東芝は13年、19年9月から20年間にわたって、米国産の天然ガスであるシェールガス由来のLNGを年間220万トン調達する契約を米企業と結んだ。11年の東日本大震災後、国内では原発の再稼働が進まず、火力発電用のLNGの需要が急増。日本が輸入していた中東などのLNG価格は原油価格に連動しており、当時は高騰していた。このため東芝は、当時割安だった米国産シェールガス由来のLNGを調達し、低価格を武器に、自社が製造している火力発電設備とセットで電力会社などに販売しようと計画した。しかし、もくろみは崩れた。原油価格は14年ごろから急落し、中東産などのLNG価格も下落。米国産シェールガス由来のLNGの価格競争力が失われたからだ。

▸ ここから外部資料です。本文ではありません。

"""Meter-data validation in the trade's VEE sense (validation, estimation, editing).

Utility VEE standards check interval data for missing intervals, zero reads during outages,
spikes, short or long intervals after a time reset and register (pulse) overflow
(docs/references.md section 7, read from their tables of contents). Each check here is a pure
function over the meter readings that returns a :class:`Finding`: what was found, how many,
the first few times (local ISO 8601 with the UTC offset, as the file's stamp edge) and the
policy the tool applies, all in one readable line. ``disagg.inputs.readers.read_meter`` runs them.

Policies, one per finding kind:

- ``duplicate``: identical rows at one time: one kept. Different readings at one time: an
  error, unless ``on_duplicate`` is ``keep-first`` or ``keep-last``.
- ``negative``: an error (the file cannot be used).
- ``off-interval``: readings off the file's interval grid, or less than one interval from
  their neighbour (a run of 5-minute data in a 15-minute file): left out, never resampled.
- ``rollover``: a cumulative register (unit ``kWh-register``) that passed its largest value:
  the interval energy is counted across the rollover.
- ``dst-repeated`` / ``dst-skipped``: the local hour that happens twice or not at all in a
  file of naive local times: times are stored in UTC; nothing is left out.
- ``gap``: intervals absent between the first and last reading: left out, never filled.
- ``spike``: readings far above the rest (rule in :func:`spikes`): left out of the fit.
- ``zero-run``: ``ZERO_RUN_MIN`` minutes or more of zero readings: kept, but flagged as a
  possible outage or meter fault.

Estimation (:func:`estimate_short_gaps`) is offered separately and never changes the fit.
"""

from __future__ import annotations

import datetime as dt
import math
import zoneinfo
from collections.abc import Callable
from dataclasses import dataclass

import numpy as np
import polars as pl

from disagg.errors import ConfigError, InputError

# How many times a finding's message lists before "and N more".
FIRST_TIMES = 3
# Scaled MAD: 1.4826 x MAD estimates the standard deviation of normal data (1 / the normal
# distribution's 0.75 quantile, 1 / 0.6745). Hampel 1974, JASA 69(346); Rousseeuw & Croux
# 1993, JASA 88(424) (from memory).
MAD_CONSISTENCY = 1.4826
# A spike lies more than this many scaled MADs above the file's median (common practice, no
# source: 3 is the usual Hampel threshold for outliers, 6 keeps to gross errors) ...
SPIKE_MADS = 6.0
# ... and above this multiple of the file's 99th-percentile reading. Our choice, no source:
# a pure MAD rule takes the ordinary peaks of an intermittent load for spikes [ran]: on the
# open household data of tests/test_household.py (15-minute readings), 6 scaled MADs from the
# hour-of-week median flagged 5 to 65 of about 2900 intervals in three of its six months;
# in 2009-07's 65 the house's own sub-meters measured a median 70 % of the energy, so they
# are loads, not meter faults, and leaving them out would bias the fit (it selects on the
# meter reading). Measured: the highest reading is 1.17 x the 99th percentile on the demo
# year and at most 1.70 x on the household months, so a factor of 2 leaves real peaks
# alone. Limits: a peak that recurs in fewer than 1 % of the readings, or one-minute data of
# an intermittent load, can pass the factor; a fault in more than 1 % of the readings
# raises the percentile and hides itself.
SPIKE_PERCENTILE = 0.99
SPIKE_PERCENTILE_FACTOR = 2.0
# Below this many readings the 99th percentile is the largest readings themselves and the
# spike check is not run.
SPIKE_MIN_READINGS = 100
# A run of zero readings this long or longer is flagged [min] (common practice, no source:
# two hours of exactly nothing is rare for a whole building outside an outage).
ZERO_RUN_MIN = 120
ON_DUPLICATE = ("error", "keep-first", "keep-last")
# Longest gap estimate_short_gaps fills [intervals] (common practice, no source: an hour of
# 15-minute data).
ESTIMATE_MAX_GAP = 4


@dataclass(frozen=True)
class Finding:
    """One meter-data problem: kind, how many readings or intervals, when, and the policy.

    times: the first few times concerned (local ISO 8601 with UTC offset), at most FIRST_TIMES.
    message: the whole finding in one readable line.
    starts_utc: for ``spike``, the start of every interval left out (to count them later).
    replaces: an older note that said the same (so that it is not printed twice).
    """

    kind: str
    count: int
    times: tuple[str, ...]
    policy: str
    message: str
    starts_utc: tuple[dt.datetime, ...] = ()
    replaces: str = ""

    def as_dict(self) -> dict:
        """JSON-ready form: kind, count, times, policy, message."""
        return {"kind": self.kind, "count": self.count, "times": list(self.times),
                "policy": self.policy, "message": self.message}


def _plural(n: int, word: str, many: str | None = None) -> str:
    return f"{n} {word}" if n == 1 else f"{n} {many or word + 's'}"


def local_iso(times: pl.Series, tz: str) -> list[str]:
    """UTC datetimes -> local ISO 8601 text with the UTC offset, e.g. 2025-01-06T00:15:00-06:00."""
    if times.len() == 0:
        return []
    return (times.dt.convert_time_zone(tz).dt.strftime("%Y-%m-%dT%H:%M:%S%:z")).to_list()


def _listed(items: list[str], total: int) -> str:
    """The first FIRST_TIMES items, and how many more."""
    text = ", ".join(items[:FIRST_TIMES])
    return text + (f" and {total - FIRST_TIMES} more" if total > FIRST_TIMES else "")


def check_on_duplicate(on_duplicate: str) -> None:
    """Raise ConfigError unless on_duplicate is one of ON_DUPLICATE."""
    if on_duplicate not in ON_DUPLICATE:
        raise ConfigError(f"--on-duplicate {on_duplicate!r}: expected one of "
                          f"{', '.join(ON_DUPLICATE)}")


# ---------------------------------------------------------------------------------------
# Validation of the readings as read (times in UTC, values in the file's unit)


def negative_readings(values: pl.Series, where: Callable[[int], str]) -> Finding | None:
    """Negative readings: a meter that delivers energy does not read below zero.

    Args:
        values: the readings in file order (null = no reading).
        where: 0-based row -> "FILE: line N, column 'C'" for the message.

    Returns:
        None, or a ``negative`` finding whose message is the error to raise (policy: error).
    """
    negative = (values < 0).fill_null(False)
    if not negative.any():
        return None
    idx = int(negative.arg_max())  # type: ignore[arg-type]
    return Finding("negative", int(negative.sum()), (), "error",
                   f"{where(idx)}: negative reading {values[idx]:g}; expected energy of 0 or more")


def resolve_duplicates(df: pl.DataFrame, on_duplicate: str, tz: str,
                       conflict_error: Callable[[dt.datetime, int, int], str]
                       ) -> tuple[pl.DataFrame, list[Finding]]:
    """One reading per time: drop repeated rows, by the on_duplicate policy.

    Args:
        df: columns t (UTC time as stamped), v (reading), row (0-based row in the file), in
            file order.
        on_duplicate: ``error`` (different readings at one time are an error), ``keep-first``
            or ``keep-last`` (the first or last such row in the file is kept).
        conflict_error: (time, first row, second row) -> the error message.

    Returns:
        (the rows kept, in file order; findings: one for identical repeats, one for kept
        conflicting repeats).

    Raises:
        InputError: different readings at one time with on_duplicate = error.
    """
    check_on_duplicate(on_duplicate)
    dup = df.filter(pl.col("t").is_duplicated())
    if dup.height == 0:
        return df, []
    groups = dup.group_by("t").agg(pl.col("v").n_unique().alias("n"), pl.col("row").sort(),
                                   pl.len().alias("rows")).sort(pl.col("row").list.first())
    conflict = groups.filter(pl.col("n") > 1)
    if conflict.height and on_duplicate == "error":
        first = conflict.row(0, named=True)
        raise InputError(conflict_error(first["t"], first["row"][0], first["row"][1]))
    keep = "last" if on_duplicate == "keep-last" else "first"
    identical = groups.filter(pl.col("n") == 1)
    out = pl.concat([
        df.filter(~pl.col("t").is_in(conflict["t"].implode())),
        df.filter(pl.col("t").is_in(conflict["t"].implode()))
          .unique(subset="t", keep=keep, maintain_order=True),
    ]).sort("row").unique(subset="t", keep="first", maintain_order=True)
    findings = []
    if identical.height:
        dropped = int(identical["rows"].sum()) - identical.height
        n = identical.height
        times = local_iso(identical["t"], tz)
        policy = f"one row of each kept, {_plural(dropped, 'row')} dropped"
        findings.append(Finding(
            "duplicate", dropped, tuple(times[:FIRST_TIMES]), policy,
            f"meter duplicates: {_plural(n, 'time')} {'appears' if n == 1 else 'appear'} more "
            f"than once with identical readings ({_listed(times, n)}); policy: {policy}",
            replaces=f"{dropped} repeated meter rows with identical readings were dropped"))
    if conflict.height:
        dropped = int(conflict["rows"].sum()) - conflict.height
        n = conflict.height
        times = local_iso(conflict["t"], tz)
        policy = (f"the {keep} row of each kept (on_duplicate = {on_duplicate}), "
                  f"{_plural(dropped, 'row')} dropped")
        findings.append(Finding(
            "duplicate", dropped, tuple(times[:FIRST_TIMES]), policy,
            f"meter duplicates: {_plural(n, 'time')} {'appears' if n == 1 else 'appear'} more "
            f"than once with different readings ({_listed(times, n)}); policy: {policy}"))
    return out, findings


def off_interval(t: pl.Series, interval_min: int, stamp: str) -> pl.Series:
    """Readings whose energy does not cover one interval of the file's grid.

    A reading is off when its time is off the grid most readings follow (time modulo the
    interval), or when it is less than one interval from its neighbour on its interval's side
    (the previous reading for stamp ``end``, the next for ``start``): inside a run of 5-minute
    readings in a 15-minute file every reading covers 5 minutes, even those on the grid.

    Args:
        t: reading times [UTC], sorted, without repeats.
        interval_min: the file's interval [min].
        stamp: ``end`` or ``start``: which edge of its interval a reading's time marks.

    Returns:
        Boolean series, True where the reading is off.
    """
    if t.len() == 0:
        return pl.Series(dtype=pl.Boolean)
    step_us = interval_min * 60_000_000
    phase = t.dt.epoch("us") % step_us
    grid = phase.mode().sort()[0]
    gap_us = (t.diff() if stamp == "end" else -t.diff(-1)).dt.total_microseconds()
    short = (gap_us < step_us).fill_null(False)
    return (phase != grid) | short


def off_interval_finding(t: pl.Series, off: pl.Series, interval_min: int, stamp: str,
                         tz: str) -> Finding | None:
    """The ``off-interval`` finding for the readings off marks (policy: left out)."""
    n = int(off.sum())
    if not n:
        return None
    times = local_iso(t.filter(off), tz)
    side = "after the previous" if stamp == "end" else "before the next"
    policy = "left out of the fit, not resampled (such a reading covers another length of time)"
    return Finding(
        "off-interval", n, tuple(times[:FIRST_TIMES]), policy,
        f"meter interval changes: {_plural(n, 'reading')} off the {interval_min}-minute grid or "
        f"less than {interval_min} minutes {side} reading ({_listed(times, n)}); "
        f"policy: {policy}")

 東芝はこれまでに、調達予定のLNGの半分以上を販売する基本合意書を結んだが、法的拘束力はなく「条件次第では買い取ってもらえない」(広報)という。東京電力フュエル&パワーと中部電力が折半出資する「JERA(ジェラ)」が販売先を紹介する支援をしているが、ジェラは「東芝からLNGを買い取ることはない」としている。

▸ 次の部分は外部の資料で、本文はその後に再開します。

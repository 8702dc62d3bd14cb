//! The clustering engine against outside references and against its own variants.

mod common;

use chromasift::cluster::{
    fit, fit_from, kmeans_plus_plus, lloyd, responsibility_matrix, split_merge, Anneal, Beta,
    Dataset, KMeansParams, Mode, Stop,
};
use chromasift::colour::Space;
use chromasift::histogram;
use chromasift::reduce::entry_features;
use chromasift::rng::Rng;

fn iris() -> (Vec<f32>, serde_json::Value) {
    let text = std::fs::read_to_string(common::fixture("reference/iris_kmeans.json")).unwrap();
    let doc: serde_json::Value = serde_json::from_str(&text).unwrap();
    let rows: Vec<f32> = doc["data"]
        .as_array()
        .unwrap()
        .iter()
        .flat_map(|r| {
            r.as_array()
                .unwrap()
                .iter()
                .map(|v| v.as_f64().unwrap() as f32)
                .collect::<Vec<_>>()
        })
        .collect();
    (rows, doc)
}

/// Iris (Fisher 1936, as shipped by scikit-learn) with k = 3: our SSE equals the inertia
/// of scikit-learn 1.9.1 KMeans (k-means++, n_init = 10, lloyd), and so do the centres.
/// Reference: fixtures/reference/iris_kmeans.json from tests/reference/make_fixtures.py.
#[test]
fn iris_k3_matches_scikit_learn() {
    let (rows, doc) = iris();
    let data = Dataset::new(&rows, 4, None).unwrap();
    let want = doc["kmeans"]["inertia"].as_f64().unwrap();
    let params = KMeansParams::new(3)
        .restarts(10)
        .tolerance(0.0)
        .check()
        .unwrap();
    let model = fit(&data, &params).unwrap();
    assert!(
        (model.sse - want).abs() / want < 1e-5,
        "SSE {} vs scikit-learn {want}",
        model.sse
    );
    let mut centres: Vec<Vec<f64>> = model.means.chunks(4).map(|c| c.to_vec()).collect();
    centres.sort_by(|a, b| a[0].total_cmp(&b[0]));
    let want_c = doc["kmeans"]["centers"].as_array().unwrap();
    for (c, w) in centres.iter().zip(want_c) {
        for (a, b) in c.iter().zip(w.as_array().unwrap()) {
            assert!((a - b.as_f64().unwrap()).abs() < 1e-4, "{c:?} vs {w}");
        }
    }
    // Single starts never land in a worse optimum than scikit-learn's worst of 50 seeds.
    let worst = doc["worst_inertia_50_seeds"].as_f64().unwrap();
    for seed in 0..20 {
        let m = fit(
            &data,
            &KMeansParams::new(3)
                .seed(seed)
                .tolerance(0.0)
                .check()
                .unwrap(),
        )
        .unwrap();
        assert!(
            m.sse <= worst * (1.0 + 1e-5),
            "seed {seed}: {} > {worst}",
            m.sse
        );
    }
}

/// Samples of an equal-weight isotropic Gaussian mixture (standard deviation `sigma`),
/// drawn with Box–Muller from our seeded generator.
fn mixture(means: &[[f64; 2]], sigma: f64, n_per: usize, seed: u64) -> Vec<f32> {
    let mut r = Rng::new(seed, 0);
    let mut out = Vec::new();
    for m in means {
        for _ in 0..n_per {
            let u1 = r.uniform().max(1e-300);
            let u2 = r.uniform();
            let rad = (-2.0 * u1.ln()).sqrt();
            let th = std::f64::consts::TAU * u2;
            out.push((m[0] + sigma * rad * th.cos()) as f32);
            out.push((m[1] + sigma * rad * th.sin()) as f32);
        }
    }
    out
}

/// Closed-form posterior of an equal-weight isotropic Gaussian mixture (Bishop 2006,
/// PRML §9.3.2): γ_k(x) = exp(−‖x − μ_k‖²/2σ²) / Σ_j exp(−‖x − μ_j‖²/2σ²).
fn posterior(x: [f64; 2], means: &[[f64; 2]], sigma: f64) -> Vec<f64> {
    let e: Vec<f64> = means
        .iter()
        .map(|m| (-((x[0] - m[0]).powi(2) + (x[1] - m[1]).powi(2)) / (2.0 * sigma * sigma)).exp())
        .collect();
    let s: f64 = e.iter().sum();
    e.iter().map(|v| v / s).collect()
}

#[test]
fn soft_responsibilities_at_beta_one_over_sigma2_are_the_gaussian_posterior() {
    let true_means = [[0.0, 0.0], [3.0, 0.0], [1.5, 2.6]];
    let sigma = 1.0;
    let rows = mixture(&true_means, sigma, 4000, 11);
    let data = Dataset::new(&rows, 2, None).unwrap();
    let flat: Vec<f64> = true_means.iter().flatten().copied().collect();

    // Exact up to single-precision exponentials: with the true means, r at β = 1/σ² is the
    // closed form.
    let r = responsibility_matrix(&data, &flat, 1.0 / (sigma * sigma));
    for i in (0..data.len()).step_by(37) {
        let x = data.row(i);
        let p = posterior([x[0] as f64, x[1] as f64], &true_means, sigma);
        for k in 0..3 {
            assert!((r[i * 3 + k] - p[k]).abs() < 1e-6);
        }
    }

    // Fitted: soft k-means at β = 1/σ² recovers means and posteriors from the data alone.
    let params = KMeansParams::new(3)
        .mode(Mode::Soft)
        .beta(Beta::Fixed(1.0))
        .check()
        .unwrap();
    let model = fit(&data, &params).unwrap();
    let mut err = 0.0;
    let rf = responsibility_matrix(&data, &model.means, 1.0);
    // Match fitted clusters to true components by nearest mean.
    let map: Vec<usize> = (0..3)
        .map(|k| {
            (0..3)
                .min_by(|&a, &b| {
                    let d = |j: usize| {
                        (model.means[j * 2] - true_means[k][0]).powi(2)
                            + (model.means[j * 2 + 1] - true_means[k][1]).powi(2)
                    };
                    d(a).total_cmp(&d(b))
                })
                .unwrap()
        })
        .collect();
    for i in 0..data.len() {
        let x = data.row(i);
        let p = posterior([x[0] as f64, x[1] as f64], &true_means, sigma);
        for k in 0..3 {
            err += (rf[i * 3 + map[k]] - p[k]).abs();
        }
    }
    let mean_err = err / (3 * data.len()) as f64;
    assert!(mean_err < 0.01, "mean |r − posterior| = {mean_err}");
}

#[test]
fn soft_at_very_large_beta_equals_hard() {
    let rows = mixture(
        &[[0.0, 0.0], [4.0, 1.0], [1.0, 4.0], [5.0, 5.0]],
        1.0,
        500,
        5,
    );
    let data = Dataset::new(&rows, 2, None).unwrap();
    // Both run to their fixed points (the early-stop rule on mean moves off), where the
    // claim holds exactly.
    let hard = fit(
        &data,
        &KMeansParams::new(4)
            .seed(2)
            .shift_tolerance(0.0)
            .check()
            .unwrap(),
    )
    .unwrap();
    let soft = fit(
        &data,
        &KMeansParams::new(4)
            .seed(2)
            .shift_tolerance(0.0)
            .mode(Mode::Soft)
            .beta(Beta::Fixed(1e9))
            .check()
            .unwrap(),
    )
    .unwrap();
    for (a, b) in hard.means.iter().zip(&soft.means) {
        assert!((a - b).abs() < 1e-9, "{a} vs {b}");
    }
    assert_eq!(hard.predict(&data), soft.predict(&data));
    assert!((hard.sse - soft.sse).abs() <= 1e-9 * hard.sse);
}

/// An invented test picture: bands of colour with a dither of nearby shades, so that
/// colours repeat many times.
fn test_picture(w: usize, h: usize) -> Vec<u8> {
    let mut r = Rng::new(4, 0);
    let base = [
        [200u8, 40, 40],
        [40, 160, 60],
        [30, 60, 200],
        [230, 220, 90],
        [90, 90, 90],
    ];
    let mut v = Vec::new();
    for y in 0..h {
        for x in 0..w {
            let b = base[(x / 13 + y / 17) % base.len()];
            let j = r.below(4) as u8;
            v.extend_from_slice(&[
                b[0].saturating_add(j * 3),
                b[1].saturating_add(j),
                b[2].saturating_sub(j * 2),
                255,
            ]);
        }
    }
    v
}

/// Weighted k-means on distinct colours is the same optimisation as k-means on every
/// pixel: same means, same SSE, same label for every pixel (from the same start).
#[test]
fn histogram_path_equals_all_pixels_path() {
    let (w, h) = (120, 90);
    let px = test_picture(w, h);
    let ih = histogram::from_rgba8(&px);
    assert!(
        ih.histogram.len() < w * h / 10,
        "the picture repeats colours"
    );
    let (entry_rows, _) = entry_features(&ih.histogram, Space::Cielab);
    let weights = ih.histogram.weights();
    let hist_data = Dataset::new(&entry_rows, 3, Some(&weights)).unwrap();
    // Every pixel's own row.
    let pixel_rows: Vec<f32> = ih
        .pixel_entry
        .iter()
        .flat_map(|&e| entry_rows[e as usize * 3..e as usize * 3 + 3].to_vec())
        .collect();
    let all_data = Dataset::new(&pixel_rows, 3, None).unwrap();

    let params = KMeansParams::new(4).tolerance(0.0).check().unwrap();
    let init = kmeans_plus_plus(&hist_data, 4, &mut Rng::new(1, 0));
    let a = fit_from(&hist_data, &init, &params).unwrap();
    let b = fit_from(&all_data, &init, &params).unwrap();
    for (x, y) in a.means.iter().zip(&b.means) {
        assert!((x - y).abs() < 1e-9 * x.abs().max(1.0), "{x} vs {y}");
    }
    assert!((a.sse - b.sse).abs() < 1e-9 * a.sse);
    assert_eq!(a.hard_iterations, b.hard_iterations);
    let la = a.predict(&hist_data);
    let lb = b.predict(&all_data);
    for (p, &e) in ih.pixel_entry.iter().enumerate() {
        assert_eq!(la[e as usize], lb[p]);
    }
}

/// The accelerated loop (Hamerly bounds) makes exactly the decisions of plain Lloyd.
#[test]
fn accelerated_lloyd_equals_plain_lloyd_on_colour_data() {
    let px = test_picture(200, 150);
    let ih = histogram::from_rgba8(&px);
    let (rows, _) = entry_features(&ih.histogram, Space::Oklab);
    let weights = ih.histogram.weights();
    let data = Dataset::new(&rows, 3, Some(&weights)).unwrap();
    for k in [3, 7, 12] {
        let init = kmeans_plus_plus(&data, k, &mut Rng::new(k as u64, 0));
        assert_eq!(
            lloyd(&data, &init, Stop::exact(300), false),
            lloyd(&data, &init, Stop::exact(300), true),
            "k = {k}"
        );
    }
}

/// The same seed gives the same model whatever the thread count.
#[test]
fn thread_count_does_not_change_the_model() {
    let rows = mixture(&[[0.0, 0.0], [4.0, 1.0], [1.0, 4.0]], 1.5, 3_000, 9); // several chunks
    let data = Dataset::new(&rows, 2, None).unwrap();
    // k-means++ restarts, and annealing with its split-and-merge moves.
    for anneal in [None, Some(Anneal::default())] {
        let params = KMeansParams::new(5)
            .mode(Mode::Soft)
            .restarts(2)
            .anneal(anneal)
            .check()
            .unwrap();
        let run = |threads| {
            rayon::ThreadPoolBuilder::new()
                .num_threads(threads)
                .build()
                .unwrap()
                .install(|| fit(&data, &params).unwrap())
        };
        assert_eq!(run(1), run(2));
        assert_eq!(run(1), run(3));
    }
}

/// Split-and-merge moves on more rows than two work chunks, laid out so that moves must
/// happen (two dense groups sharing one mean's worth of need, two sparse wide ones served
/// by one mean): the same moves and means on 1, 2 and 3 threads.
#[test]
fn split_merge_moves_do_not_depend_on_the_thread_count() {
    let mut rows = mixture(&[[0.0, 0.0], [1.0, 0.0]], 0.05, 3_000, 4);
    rows.extend(mixture(
        &[[100.0, 0.0], [120.0, 0.0], [110.0, 40.0]],
        2.0,
        40,
        5,
    ));
    let data = Dataset::new(&rows, 2, None).unwrap();
    let init = [0.0f32, 0.0, 1.0, 0.0, 110.0, 10.0];
    let run = |threads| {
        rayon::ThreadPoolBuilder::new()
            .num_threads(threads)
            .build()
            .unwrap()
            .install(|| split_merge(&data, &init, 8, Stop::exact(100)))
    };
    let one = run(1);
    assert!(one.moves >= 1, "{one:?}");
    assert!(one.sse < one.start_sse);
    assert_eq!(one, run(2));
    assert_eq!(one, run(3));
}

/// Iris (Fisher 1936, as shipped by scikit-learn), k = 2..10, against the best inertia
/// scikit-learn 1.9.1 found in 200 single k-means++ starts
/// (fixtures/reference/iris_kmeans.json, `best_inertia_by_k`); measured 2026-12-02.
/// - Deterministic annealing with its split-and-merge moves and Lloyd polish equals it for
///   k ≤ 5 and stays within 0.5 % of it and below the median start up to k = 10 (at most
///   0.37 % above; 0.13 % below the best of 200 at k = 10). On Iris it also never ends
///   worse than annealing alone, which ends above the median start at k = 5, 7, 9 and 10,
///   up to 19 % above the best. (Measured, not guaranteed: moves are judged on the grid
///   summary, the final polish runs on every row.)
/// - One k-means++ start with 32 split-and-merge moves (`--split-merge 32`) equals it for
///   k ≤ 6 and stays within 1 % of it (at most 0.65 % above) and below the median start.
#[test]
fn split_merge_moves_reach_the_best_of_200_scikit_learn_starts_on_iris() {
    let (rows, doc) = iris();
    let data = Dataset::new(&rows, 4, None).unwrap();
    for row in doc["best_inertia_by_k"].as_array().unwrap() {
        let k = row["k"].as_u64().unwrap() as usize;
        let best = row["best_inertia"].as_f64().unwrap();
        let median = row["median_inertia"].as_f64().unwrap();
        let fitted = |moves: usize| {
            let schedule = Anneal {
                split_merge: moves,
                ..Anneal::default()
            };
            let params = KMeansParams::new(k).anneal(Some(schedule)).tolerance(0.0);
            fit(&data, &params.check().unwrap()).unwrap().sse
        };
        let (with, without) = (fitted(Anneal::default().split_merge), fitted(0));
        let plain_moves = {
            let params = KMeansParams::new(k).split_merge(32).tolerance(0.0);
            fit(&data, &params.check().unwrap()).unwrap().sse
        };
        let what_plain = format!("k {k}: one k-means++ start + moves {plain_moves}, best {best}");
        assert!(plain_moves <= median * (1.0 + 1e-9), "{what_plain}");
        assert!(plain_moves <= best * 1.01, "{what_plain}");
        if k <= 6 {
            assert!(plain_moves <= best * (1.0 + 1e-6), "{what_plain}");
        }
        let what = format!("k {k}: annealed {with} (no moves {without}), scikit-learn best {best}, median {median}");
        assert!(with <= without * (1.0 + 1e-9), "{what}");
        assert!(with <= median * (1.0 + 1e-9), "{what}");
        assert!(with <= best * 1.005, "{what}");
        if k <= 5 {
            assert!(with <= best * (1.0 + 1e-6), "{what}");
        }
    }
}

 一方で東芝は、販売先の有無にかかわらず、19年から米企業にLNGの代金を支払う契約になっており、販売先が見つからなければ19年3月期から損失を計上しなければならない。20年間売れない場合の損失は計約1兆円に上ると想定している。「財務基盤が弱い東芝が、米原発事業の巨額損失に加えてLNG事業のリスクに耐えられるのか」(アナリスト)との懸念は強く、経営の新たな火種となる恐れがある。
(3月8日、毎日新聞)

【東芝が米原発損失で決算再延期 期限1カ月、上場廃止も】
 経営再建中の東芝が、14日に予定していた平成28年4〜12月期決算発表を再延期する方針を固めたことが13日、分かった。米原発子会社ウェスチングハウス・エレクトリック(WH)で浮上した内部統制の問題をめぐり、米国の監査法人から了承を得られないため。14日が四半期報告書の関東財務局への提出期限だった。財務局は再延期を認め、約1カ月の延期になる見通しだが、再延期した期限に間に合わなければ東芝株は上場廃止が現実味を帯びる。関係者によると、東芝は主力取引銀行に「14日の発表は厳しい」と伝えた。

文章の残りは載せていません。